What you need to do: Begin with the first line of the entries below and reproduce each line exactly, ending with the line that holds "string; eGrade: string".
*-*-*
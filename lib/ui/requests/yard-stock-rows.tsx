import { StyleSheet, View } from 'react-native';
import { colors, radii, spacing } from '@/lib/theme';
import { Button } from '../button';
import { FieldMessages } from '../field-messages';
import { Text } from '../text';
import { TextField } from '../text-field';

/** At most this many products (shared/schemas/requests/compose.ts). */
const MAX_PRODUCTS = 10;

type Row = { product: string; eGrade: string };

/** The engineered lumber the local yard stocks, one row per product with its E grade. */
export function YardStockRows({
  rows,
  onChange,
  errors,
}: {
  rows: Row[];
  onChange: (rows: Row[]) => void;
  errors: Record<string, string[]>;
}) {
  const set = (index: number, patch: Partial<Row>) =>
    onChange(rows.map((row, i) => (i === index ? { ...row, ...patch } : row)));
  return (
    <View style={styles.wrap}>
      <Text tone="muted">
        What the engineer can specify without a special order. Read the product and its E grade (stiffness, in
        millions of psi) off the yard’s list or the stamp on the piece.
      </Text>
      {rows.map((row, i) => (
        <View key={i} style={styles.row} testID="compose-yard-row">
          <View style={styles.cell}>
            <TextField
              label={`Product ${i + 1}`}
              placeholder="e.g. 1-3/4 × 11-7/8 in LVL"
              value={row.product}
              onChangeText={(product) => set(i, { product })}
              errors={errors[`phoneBack.yardStock.${i}.product`]}
              testID={`compose-yard-product-${i}`}
            />
          </View>
          <View style={styles.grade}>
            <TextField
              label="E grade"
              placeholder="e.g. 2.0E"
              value={row.eGrade}
              onChangeText={(eGrade) => set(i, { eGrade })}
              errors={errors[`phoneBack.yardStock.${i}.eGrade`]}
              testID={`compose-yard-grade-${i}`}
            />
          </View>
          <Button
            label="Remove"
            variant="quiet"
            onPress={() => onChange(rows.filter((_, j) => j !== i))}
            testID={`compose-yard-remove-${i}`}
          />
        </View>
      ))}
      <FieldMessages messages={errors['phoneBack.yardStock']} />
      {rows.length < MAX_PRODUCTS ? (
        <Button
          label="Add a product"
          icon="plus"
          variant="secondary"
          onPress={() => onChange([...rows, { product: '', eGrade: '' }])}
          testID="compose-yard-add"
        />
      ) : null}
    </View>
  );
}

const styles = StyleSheet.create({
  wrap: { gap: spacing.md },
  row: {
    flexDirection: 'row',
    flexWrap: 'wrap',
    alignItems: 'flex-end',
    gap: spacing.sm,
    padding: spacing.sm,
    borderRadius: radii.md,
    borderWidth: 1,
    borderColor: colors.line,
  },
  cell: { flexGrow: 2, flexBasis: 200 },
  grade: { flexGrow: 1, flexBasis: 100 },
});
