import { and, asc, eq, getTableColumns, sql } from 'drizzle-orm';
import type { DbOrTx } from '@/db/client';
import { newId } from '@/db/new-id';
import { members } from '@/db/schema';
import type { Member, MemberListItem } from '@/shared/schemas/members';

/** What a save writes besides the ids, the people and the dates: the member and what the engine made of it. */
export type MemberFields = Pick<
  Member,
  | 'kind'
  | 'label'
  | 'wall'
  | 'input'
  | 'materialId'
  | 'sizeId'
  | 'summary'
  | 'result'
  | 'prescriptive'
  | 'engineVersion'
>;

const { orgId: _orgId, ...memberColumns } = getTableColumns(members);
const { input: _input, result: _result, prescriptive: _prescriptive, ...listColumns } = memberColumns;

/** The job's members in the order they were made, without inputs and results. */
export function listMembers(db: DbOrTx, orgId: string, jobId: string): MemberListItem[] {
  return (
    db
      .select(listColumns)
      .from(members)
      .where(and(eq(members.jobId, jobId), eq(members.orgId, orgId)))
      // rowid breaks ties between rows written in the same millisecond, keeping insertion order.
      .orderBy(asc(members.createdAt), asc(sql`${members}.rowid`))
      .all()
  );
}

/** Only a member of `orgId`: another firm's id reads as missing. */
export function findMember(db: DbOrTx, orgId: string, memberId: string): Member | undefined {
  return db
    .select(memberColumns)
    .from(members)
    .where(and(eq(members.id, memberId), eq(members.orgId, orgId)))
    .get();
}

export function insertMember(
  db: DbOrTx,
  owner: { orgId: string; jobId: string; userId: string },
  fields: MemberFields,
): Member {
  const now = new Date().toISOString();
  const member: Member = {
    id: newId(),
    jobId: owner.jobId,
    ...fields,
    createdBy: owner.userId,
    updatedBy: owner.userId,
    createdAt: now,
    updatedAt: now,
  };
  db.insert(members)
    .values({ ...member, orgId: owner.orgId })
    .run();
  return member;
}

export function updateMember(
  db: DbOrTx,
  orgId: string,
  memberId: string,
  updatedBy: string,
  fields: MemberFields,
): Member | undefined {
  return db
    .update(members)
    .set({ ...fields, updatedBy, updatedAt: new Date().toISOString() })
    .where(and(eq(members.id, memberId), eq(members.orgId, orgId)))
    .returning(memberColumns)
    .get();
}

/** True when a member of `orgId` was deleted. */
export function deleteMember(db: DbOrTx, orgId: string, memberId: string): boolean {
  const deleted = db
    .delete(members)
    .where(and(eq(members.id, memberId), eq(members.orgId, orgId)))
    .returning({ id: members.id })
    .all();
  return deleted.length > 0;
}

/** The job's members with their inputs, in the order they were made (for checking them again). */
export function listMembersOfJob(db: DbOrTx, orgId: string, jobId: string): Member[] {
  return db
    .select(memberColumns)
    .from(members)
    .where(and(eq(members.jobId, jobId), eq(members.orgId, orgId)))
    .orderBy(asc(members.createdAt), asc(sql`${members}.rowid`))
    .all();
}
*-*-*
Your solution:
filename lib/ui/requests/yard-stock-rows.tsx
import { StyleSheet, View } from 'react-native';
import { colors, radii, spacing } from '@/lib/theme';
import { Button } from '../button';
import { FieldMessages } from '../field-messages';
import { Text } from '../text';
import { TextField } from '../text-field';

/** At most this many products (shared/schemas/requests/compose.ts). */
const MAX_PRODUCTS = 10;

type Row = { product: string; eGrade: string };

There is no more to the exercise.